In treechop, the agent must collect as much wood as possible. This replicates a common scenario in Minecraft, as is necessary to craft a large amount of items in the game, and is a key resource in Minecraft.
The agent begins in a forest biome (near many trees) and with an iron axe for cutting trees. The agent is given +1 reward for obtaining each unit of wood, and the episode terminates once the agent obtains 64 units.
We include a number of related tasks which require the agent to obtain a more complex item. The agent begins in a random starting location without any items, matching the normal starting conditions for human players in Minecraft. Each task variant requires the agent to obtain one instance of a separate item, from a set of frequently used items:
- Iron pickaxe: a frequently used tool required for obtaining important raw materials
- Diamond: an item central to high-level Minecraft play with a lot of gameplay centering around their discovery
- Cooked meat: cooked meat of a (cow, chicken, sheep, or pig), which is necessary for survival in Minecraft. In this task, the agent is given a specific kind of meat to obtain
- Bed: made out of dye, wool, and wood, an item that is also vital to Minecraft survival. In this task, the agent is given a specific color of bed to create
Together, these items represent what a player would need to be able to survive and obtain access to further areas of the game.

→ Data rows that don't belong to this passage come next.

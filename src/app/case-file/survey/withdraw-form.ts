import { ChangeDetectionStrategy, Component, inject, input, output, signal } from '@angular/core';
import { FormControl, FormGroup, ReactiveFormsModule, Validators } from '@angular/forms';
import { MatButton } from '@angular/material/button';
import { MatFormFieldModule } from '@angular/material/form-field';
import { MatInput } from '@angular/material/input';
import { type Mark, removeMark } from '#shared/contracts/survey';
import { Api } from '../../core/api/api';
import { ApiProblem } from '../../core/api/api-problem';
import { fieldError, notBlank } from '../../core/forms/server-errors';
import { Messages } from '../../core/messages/messages';
import { ProblemMessage } from '../../ui/problem-message/problem-message';
import { CurrentCase } from '../current-case';
import { SurveyMarks } from './survey-marks';

/** Takes a mark out of the survey; the reason is kept with it. */
@Component({
  selector: 'app-withdraw-form',
  imports: [MatButton, MatFormFieldModule, MatInput, ProblemMessage, ReactiveFormsModule],
  template: `
    <h3>Withdraw mark {{ mark().label }}</h3>
    <p>
      The mark leaves the plan and the table. It stays in the history with your reason, and in every
      computation that was recorded with it.
    </p>
    <form [formGroup]="form" (ngSubmit)="withdraw()">
      <mat-form-field appearance="outline" subscriptSizing="dynamic">
        <mat-label>Reason</mat-label>
        <textarea matInput rows="3" formControlName="reason"></textarea>
        <mat-error>{{ fieldError(form.controls.reason) }}</mat-error>
      </mat-form-field>
      @if (problem(); as told) {
        <ui-problem-message [problem]="told" />
      }
      <div class="actions">
        <button matButton="filled" type="submit" [disabled]="busy()">Withdraw the mark</button>
        <button matButton type="button" (click)="closed.emit()">Cancel</button>
      </div>
    </form>
  `,
  styleUrl: './mark-form.scss',
  changeDetection: ChangeDetectionStrategy.OnPush,
})
export class WithdrawForm {
  private readonly api = inject(Api);
  private readonly current = inject(CurrentCase);
  private readonly messages = inject(Messages);
  private readonly survey = inject(SurveyMarks);

  readonly mark = input.required<Mark>();
  readonly withdrawn = output();
  readonly closed = output();

  protected readonly fieldError = fieldError;
  protected readonly form = new FormGroup({
    reason: new FormControl('', {
      nonNullable: true,
      validators: [notBlank, Validators.maxLength(1000)],
    }),
  });
  protected readonly busy = signal(false);
  protected readonly problem = signal<ApiProblem | null>(null);

  protected async withdraw(): Promise<void> {
    this.form.markAllAsTouched();
    if (this.form.invalid || this.busy()) return;
    this.busy.set(true);
    this.problem.set(null);
    const { id, label, version } = this.mark();
    try {
      await this.api.call(removeMark, {
        params: { caseId: this.current.id(), markId: id },
        query: { reason: this.form.controls.reason.value.trim() },
        ifMatch: version,
      });
      this.messages.done(`Mark ${label} is withdrawn.`);
      this.survey.reload();
      this.withdrawn.emit();
    } catch (error) {
      const problem = ApiProblem.from(error);
      this.problem.set(problem);
      // Changed meanwhile: the table shows what it is now, and the person decides again.
      if (problem.status === 412) this.survey.reload();
    } finally {
      this.busy.set(false);
    }
  }
}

In addition to data on specific, designed tasks, we provide data in "Survival." This is the standard open-ended game mode used by most players. Starting from a random location without any items, players formulate their own high-level goals and obtain items to complete these goals.
Since gameplay involves navigation and obtaining specific items, this data could also be used to train agents attempting to complete the other, structured tasks. There is no known reward function, and one must be extracted from examples of human play. Additionally, Survival is a multi-player setting where players may work cooperatively or play competitively.